*What you have to do*. Retype, word for word, every line from the one holding "improving: bool |" through the one holding "return status" in the entries below, both included, and only those lines.

*Task material*.
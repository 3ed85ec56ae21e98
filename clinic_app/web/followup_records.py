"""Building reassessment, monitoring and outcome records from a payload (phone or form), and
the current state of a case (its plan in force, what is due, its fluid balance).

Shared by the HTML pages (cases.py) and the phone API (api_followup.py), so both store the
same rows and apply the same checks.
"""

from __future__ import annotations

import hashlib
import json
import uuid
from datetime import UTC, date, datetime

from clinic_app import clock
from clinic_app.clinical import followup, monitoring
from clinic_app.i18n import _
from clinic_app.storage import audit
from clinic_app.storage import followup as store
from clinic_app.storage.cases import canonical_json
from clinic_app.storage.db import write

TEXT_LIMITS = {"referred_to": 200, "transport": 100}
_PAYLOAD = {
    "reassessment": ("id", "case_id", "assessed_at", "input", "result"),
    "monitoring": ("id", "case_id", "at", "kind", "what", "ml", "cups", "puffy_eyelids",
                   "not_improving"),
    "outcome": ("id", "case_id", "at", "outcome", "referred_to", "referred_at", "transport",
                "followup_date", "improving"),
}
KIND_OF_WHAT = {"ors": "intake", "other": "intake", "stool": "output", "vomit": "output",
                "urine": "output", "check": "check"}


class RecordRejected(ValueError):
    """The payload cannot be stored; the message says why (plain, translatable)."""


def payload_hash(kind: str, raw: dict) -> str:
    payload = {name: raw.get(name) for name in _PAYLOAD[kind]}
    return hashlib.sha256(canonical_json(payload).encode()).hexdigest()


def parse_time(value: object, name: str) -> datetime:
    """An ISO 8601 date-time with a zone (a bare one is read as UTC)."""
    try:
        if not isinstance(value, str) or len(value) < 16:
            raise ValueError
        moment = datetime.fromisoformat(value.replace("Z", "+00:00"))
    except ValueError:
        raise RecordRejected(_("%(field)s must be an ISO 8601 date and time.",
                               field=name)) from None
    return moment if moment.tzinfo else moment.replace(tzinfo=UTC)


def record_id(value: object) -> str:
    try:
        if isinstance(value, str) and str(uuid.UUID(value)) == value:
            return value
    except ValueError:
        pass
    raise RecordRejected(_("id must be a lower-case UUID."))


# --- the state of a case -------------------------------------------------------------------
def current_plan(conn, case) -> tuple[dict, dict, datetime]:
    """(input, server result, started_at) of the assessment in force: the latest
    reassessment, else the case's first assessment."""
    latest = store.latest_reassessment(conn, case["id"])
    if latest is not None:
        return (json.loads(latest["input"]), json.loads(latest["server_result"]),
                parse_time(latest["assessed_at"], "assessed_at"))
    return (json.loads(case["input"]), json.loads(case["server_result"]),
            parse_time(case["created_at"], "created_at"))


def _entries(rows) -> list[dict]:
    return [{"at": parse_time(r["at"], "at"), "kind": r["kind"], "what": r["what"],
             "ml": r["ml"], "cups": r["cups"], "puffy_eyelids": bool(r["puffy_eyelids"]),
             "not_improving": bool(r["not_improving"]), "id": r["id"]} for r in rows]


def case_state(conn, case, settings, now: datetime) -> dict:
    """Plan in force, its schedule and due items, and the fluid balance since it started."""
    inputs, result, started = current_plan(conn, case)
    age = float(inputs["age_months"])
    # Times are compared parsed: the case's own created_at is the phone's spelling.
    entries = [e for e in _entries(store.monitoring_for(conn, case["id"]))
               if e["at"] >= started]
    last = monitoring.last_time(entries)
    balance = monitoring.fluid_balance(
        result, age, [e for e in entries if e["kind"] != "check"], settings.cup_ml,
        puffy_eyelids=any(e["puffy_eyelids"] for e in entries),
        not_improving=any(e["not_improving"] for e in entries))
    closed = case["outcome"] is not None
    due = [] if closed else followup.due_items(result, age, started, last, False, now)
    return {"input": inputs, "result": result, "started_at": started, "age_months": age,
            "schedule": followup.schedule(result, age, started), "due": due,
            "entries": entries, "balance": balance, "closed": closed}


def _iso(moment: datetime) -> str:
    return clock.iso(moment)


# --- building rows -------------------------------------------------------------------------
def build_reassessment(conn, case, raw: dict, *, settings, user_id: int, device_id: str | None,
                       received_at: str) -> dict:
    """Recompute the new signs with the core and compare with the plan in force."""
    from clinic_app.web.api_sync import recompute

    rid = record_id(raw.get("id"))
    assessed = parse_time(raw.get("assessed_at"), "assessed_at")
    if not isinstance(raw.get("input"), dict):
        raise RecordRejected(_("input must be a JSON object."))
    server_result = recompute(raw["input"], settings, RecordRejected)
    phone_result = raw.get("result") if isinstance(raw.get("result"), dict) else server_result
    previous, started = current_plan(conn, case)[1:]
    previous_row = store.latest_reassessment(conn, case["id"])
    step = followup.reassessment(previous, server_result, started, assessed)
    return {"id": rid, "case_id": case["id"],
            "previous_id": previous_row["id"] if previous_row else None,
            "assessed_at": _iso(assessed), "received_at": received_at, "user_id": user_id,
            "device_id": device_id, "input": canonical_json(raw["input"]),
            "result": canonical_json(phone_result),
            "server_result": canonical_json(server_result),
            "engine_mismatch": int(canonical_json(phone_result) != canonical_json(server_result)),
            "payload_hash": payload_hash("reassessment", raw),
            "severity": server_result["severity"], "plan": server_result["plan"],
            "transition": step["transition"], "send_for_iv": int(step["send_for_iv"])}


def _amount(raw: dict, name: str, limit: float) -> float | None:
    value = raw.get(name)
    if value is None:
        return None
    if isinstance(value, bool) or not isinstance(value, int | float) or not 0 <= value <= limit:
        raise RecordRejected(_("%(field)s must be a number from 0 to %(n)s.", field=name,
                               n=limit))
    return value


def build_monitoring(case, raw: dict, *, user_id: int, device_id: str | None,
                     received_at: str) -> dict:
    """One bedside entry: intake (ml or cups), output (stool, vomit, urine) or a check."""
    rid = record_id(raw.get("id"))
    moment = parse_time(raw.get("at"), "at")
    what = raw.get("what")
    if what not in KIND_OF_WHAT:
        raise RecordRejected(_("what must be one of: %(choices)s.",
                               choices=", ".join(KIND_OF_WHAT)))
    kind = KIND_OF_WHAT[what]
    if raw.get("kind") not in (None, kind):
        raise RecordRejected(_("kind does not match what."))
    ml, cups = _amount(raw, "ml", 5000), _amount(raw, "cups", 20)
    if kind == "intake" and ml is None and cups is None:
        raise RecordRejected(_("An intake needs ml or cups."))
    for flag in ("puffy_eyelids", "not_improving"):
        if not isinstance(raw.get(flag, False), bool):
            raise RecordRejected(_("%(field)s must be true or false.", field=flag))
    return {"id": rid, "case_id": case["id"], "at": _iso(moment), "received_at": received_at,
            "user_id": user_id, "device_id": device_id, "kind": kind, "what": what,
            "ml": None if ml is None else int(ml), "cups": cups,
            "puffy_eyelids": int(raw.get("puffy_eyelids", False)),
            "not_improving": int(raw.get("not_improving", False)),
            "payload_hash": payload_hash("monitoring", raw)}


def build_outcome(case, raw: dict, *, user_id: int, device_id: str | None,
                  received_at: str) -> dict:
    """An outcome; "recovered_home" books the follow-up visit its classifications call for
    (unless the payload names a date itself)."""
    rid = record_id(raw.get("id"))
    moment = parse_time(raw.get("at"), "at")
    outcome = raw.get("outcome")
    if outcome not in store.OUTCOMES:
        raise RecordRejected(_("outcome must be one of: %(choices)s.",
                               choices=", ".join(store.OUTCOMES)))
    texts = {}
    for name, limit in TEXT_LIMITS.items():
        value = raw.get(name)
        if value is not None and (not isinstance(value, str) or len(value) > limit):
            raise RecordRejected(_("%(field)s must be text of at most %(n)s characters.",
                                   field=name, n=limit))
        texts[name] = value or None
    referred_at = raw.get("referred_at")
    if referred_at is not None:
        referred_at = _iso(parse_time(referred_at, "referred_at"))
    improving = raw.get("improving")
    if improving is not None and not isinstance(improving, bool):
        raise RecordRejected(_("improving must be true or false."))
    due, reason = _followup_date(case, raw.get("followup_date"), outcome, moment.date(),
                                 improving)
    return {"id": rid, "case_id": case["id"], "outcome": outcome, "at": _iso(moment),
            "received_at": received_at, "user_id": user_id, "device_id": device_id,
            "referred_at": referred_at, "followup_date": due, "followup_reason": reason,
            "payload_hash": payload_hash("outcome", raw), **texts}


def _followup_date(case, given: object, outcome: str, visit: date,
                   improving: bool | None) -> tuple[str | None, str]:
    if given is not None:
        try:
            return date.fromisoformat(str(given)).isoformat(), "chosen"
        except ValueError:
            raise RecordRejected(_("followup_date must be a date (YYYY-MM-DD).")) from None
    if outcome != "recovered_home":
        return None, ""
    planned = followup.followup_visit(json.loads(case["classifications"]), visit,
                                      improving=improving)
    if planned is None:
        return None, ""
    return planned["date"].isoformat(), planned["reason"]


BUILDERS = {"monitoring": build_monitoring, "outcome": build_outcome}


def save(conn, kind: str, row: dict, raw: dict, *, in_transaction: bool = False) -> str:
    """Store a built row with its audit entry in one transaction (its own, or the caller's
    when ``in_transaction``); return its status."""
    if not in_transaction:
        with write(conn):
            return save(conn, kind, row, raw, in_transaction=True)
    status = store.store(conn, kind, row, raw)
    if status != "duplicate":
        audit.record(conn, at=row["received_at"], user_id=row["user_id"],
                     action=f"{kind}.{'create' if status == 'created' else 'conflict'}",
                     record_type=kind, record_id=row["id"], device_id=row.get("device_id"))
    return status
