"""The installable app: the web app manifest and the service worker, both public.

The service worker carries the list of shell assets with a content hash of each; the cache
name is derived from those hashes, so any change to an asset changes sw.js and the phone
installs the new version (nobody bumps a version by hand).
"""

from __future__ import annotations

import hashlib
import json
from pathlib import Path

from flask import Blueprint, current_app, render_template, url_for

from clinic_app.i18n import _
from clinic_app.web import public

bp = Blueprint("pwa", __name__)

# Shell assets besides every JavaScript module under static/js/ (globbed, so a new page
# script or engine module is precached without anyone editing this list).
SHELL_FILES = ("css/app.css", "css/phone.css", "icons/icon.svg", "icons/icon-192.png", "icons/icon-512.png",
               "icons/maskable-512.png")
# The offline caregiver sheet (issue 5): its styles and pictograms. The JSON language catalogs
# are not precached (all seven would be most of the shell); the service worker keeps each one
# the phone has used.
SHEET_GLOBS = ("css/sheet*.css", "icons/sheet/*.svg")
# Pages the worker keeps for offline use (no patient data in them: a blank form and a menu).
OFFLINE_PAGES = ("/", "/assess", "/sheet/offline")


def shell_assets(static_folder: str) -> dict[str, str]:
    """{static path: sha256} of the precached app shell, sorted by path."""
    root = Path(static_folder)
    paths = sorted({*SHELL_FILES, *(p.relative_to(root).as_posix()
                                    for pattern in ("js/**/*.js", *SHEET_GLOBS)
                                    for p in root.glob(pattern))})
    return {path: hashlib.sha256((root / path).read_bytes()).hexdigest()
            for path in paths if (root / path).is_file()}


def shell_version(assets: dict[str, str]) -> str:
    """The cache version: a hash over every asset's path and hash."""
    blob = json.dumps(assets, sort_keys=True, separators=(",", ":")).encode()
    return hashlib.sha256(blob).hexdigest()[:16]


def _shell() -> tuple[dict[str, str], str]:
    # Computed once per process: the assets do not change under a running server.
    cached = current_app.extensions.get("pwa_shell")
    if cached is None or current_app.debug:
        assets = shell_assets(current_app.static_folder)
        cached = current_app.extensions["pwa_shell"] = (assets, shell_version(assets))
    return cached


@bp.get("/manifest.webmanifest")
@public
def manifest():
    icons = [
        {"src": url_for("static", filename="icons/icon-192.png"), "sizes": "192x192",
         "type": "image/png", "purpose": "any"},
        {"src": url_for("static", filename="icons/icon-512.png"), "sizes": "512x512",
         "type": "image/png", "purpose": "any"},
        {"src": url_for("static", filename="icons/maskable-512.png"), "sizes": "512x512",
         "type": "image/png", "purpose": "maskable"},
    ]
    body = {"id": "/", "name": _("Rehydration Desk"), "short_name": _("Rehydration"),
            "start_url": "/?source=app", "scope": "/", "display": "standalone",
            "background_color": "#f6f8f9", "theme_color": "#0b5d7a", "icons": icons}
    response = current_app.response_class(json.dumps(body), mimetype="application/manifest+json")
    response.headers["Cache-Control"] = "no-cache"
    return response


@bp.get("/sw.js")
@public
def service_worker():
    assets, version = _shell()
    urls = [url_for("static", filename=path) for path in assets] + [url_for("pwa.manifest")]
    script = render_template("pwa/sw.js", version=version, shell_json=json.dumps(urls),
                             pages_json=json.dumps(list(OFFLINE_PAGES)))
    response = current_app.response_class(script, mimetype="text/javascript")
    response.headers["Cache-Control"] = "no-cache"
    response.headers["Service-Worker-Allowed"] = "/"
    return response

* * *

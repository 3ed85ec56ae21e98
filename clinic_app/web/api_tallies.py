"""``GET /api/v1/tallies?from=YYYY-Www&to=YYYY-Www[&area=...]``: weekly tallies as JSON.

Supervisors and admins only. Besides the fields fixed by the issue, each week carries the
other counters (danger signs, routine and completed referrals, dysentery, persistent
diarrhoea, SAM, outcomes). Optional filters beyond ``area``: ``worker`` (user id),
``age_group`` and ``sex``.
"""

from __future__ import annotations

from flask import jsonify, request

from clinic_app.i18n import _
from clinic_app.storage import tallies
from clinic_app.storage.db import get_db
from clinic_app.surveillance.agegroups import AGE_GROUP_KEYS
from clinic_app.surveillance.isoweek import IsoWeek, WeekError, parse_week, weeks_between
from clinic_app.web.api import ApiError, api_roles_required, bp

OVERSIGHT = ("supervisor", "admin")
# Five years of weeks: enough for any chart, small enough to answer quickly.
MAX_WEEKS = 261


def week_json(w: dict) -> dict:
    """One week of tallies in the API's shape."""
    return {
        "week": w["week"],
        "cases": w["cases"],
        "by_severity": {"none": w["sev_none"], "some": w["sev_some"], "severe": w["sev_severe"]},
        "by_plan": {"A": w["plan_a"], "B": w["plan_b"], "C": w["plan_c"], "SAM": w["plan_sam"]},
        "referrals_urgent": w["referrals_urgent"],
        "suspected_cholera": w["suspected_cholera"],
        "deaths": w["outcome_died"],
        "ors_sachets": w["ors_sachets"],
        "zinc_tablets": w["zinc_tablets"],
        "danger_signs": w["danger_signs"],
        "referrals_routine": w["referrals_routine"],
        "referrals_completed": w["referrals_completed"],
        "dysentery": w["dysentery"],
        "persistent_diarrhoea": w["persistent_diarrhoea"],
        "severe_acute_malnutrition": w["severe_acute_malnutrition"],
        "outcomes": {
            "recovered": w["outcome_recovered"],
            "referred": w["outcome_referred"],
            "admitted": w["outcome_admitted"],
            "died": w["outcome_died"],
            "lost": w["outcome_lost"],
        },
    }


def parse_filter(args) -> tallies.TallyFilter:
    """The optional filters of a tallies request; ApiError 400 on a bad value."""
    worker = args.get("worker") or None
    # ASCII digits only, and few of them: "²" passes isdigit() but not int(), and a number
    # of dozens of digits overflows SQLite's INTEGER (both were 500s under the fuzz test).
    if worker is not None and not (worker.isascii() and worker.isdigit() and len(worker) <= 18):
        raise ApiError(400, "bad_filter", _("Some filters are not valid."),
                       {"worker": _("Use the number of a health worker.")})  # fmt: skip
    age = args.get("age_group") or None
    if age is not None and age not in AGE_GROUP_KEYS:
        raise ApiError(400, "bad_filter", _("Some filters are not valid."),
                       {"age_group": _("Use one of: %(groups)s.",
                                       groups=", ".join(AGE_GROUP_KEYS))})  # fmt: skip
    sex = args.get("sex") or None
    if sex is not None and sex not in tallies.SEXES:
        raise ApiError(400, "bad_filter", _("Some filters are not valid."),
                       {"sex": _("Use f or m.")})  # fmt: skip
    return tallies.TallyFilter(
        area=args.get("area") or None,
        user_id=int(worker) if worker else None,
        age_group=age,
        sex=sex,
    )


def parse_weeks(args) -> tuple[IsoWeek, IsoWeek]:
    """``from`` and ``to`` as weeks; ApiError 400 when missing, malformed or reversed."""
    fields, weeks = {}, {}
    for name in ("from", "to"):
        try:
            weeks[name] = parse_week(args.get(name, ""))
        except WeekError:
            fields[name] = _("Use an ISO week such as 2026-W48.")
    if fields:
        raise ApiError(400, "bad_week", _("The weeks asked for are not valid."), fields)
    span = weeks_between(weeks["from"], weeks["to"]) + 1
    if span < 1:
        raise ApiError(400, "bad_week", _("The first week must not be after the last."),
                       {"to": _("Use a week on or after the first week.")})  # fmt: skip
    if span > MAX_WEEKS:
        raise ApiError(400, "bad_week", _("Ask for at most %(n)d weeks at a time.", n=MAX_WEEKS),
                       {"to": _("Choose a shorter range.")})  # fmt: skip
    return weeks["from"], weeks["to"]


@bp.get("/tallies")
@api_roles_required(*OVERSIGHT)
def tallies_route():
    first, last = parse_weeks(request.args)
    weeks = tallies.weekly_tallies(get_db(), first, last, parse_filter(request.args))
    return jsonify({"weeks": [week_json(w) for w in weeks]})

*Solution for this problem*.
                   improving: bool | None) -> tuple[str | None, str]:
    if given is not None:
        try:
            return date.fromisoformat(str(given)).isoformat(), "chosen"
        except ValueError:
            raise RecordRejected(_("followup_date must be a date (YYYY-MM-DD).")) from None
    if outcome != "recovered_home":
        return None, ""
    planned = followup.followup_visit(json.loads(case["classifications"]), visit,
                                      improving=improving)
    if planned is None:
        return None, ""
    return planned["date"].isoformat(), planned["reason"]


BUILDERS = {"monitoring": build_monitoring, "outcome": build_outcome}


def save(conn, kind: str, row: dict, raw: dict, *, in_transaction: bool = False) -> str:
    """Store a built row with its audit entry in one transaction (its own, or the caller's
    when ``in_transaction``); return its status."""
    if not in_transaction:
        with write(conn):
            return save(conn, kind, row, raw, in_transaction=True)
    status = store.store(conn, kind, row, raw)
    if status != "duplicate":
        audit.record(conn, at=row["received_at"], user_id=row["user_id"],
                     action=f"{kind}.{'create' if status == 'created' else 'conflict'}",
                     record_type=kind, record_id=row["id"], device_id=row.get("device_id"))
    return status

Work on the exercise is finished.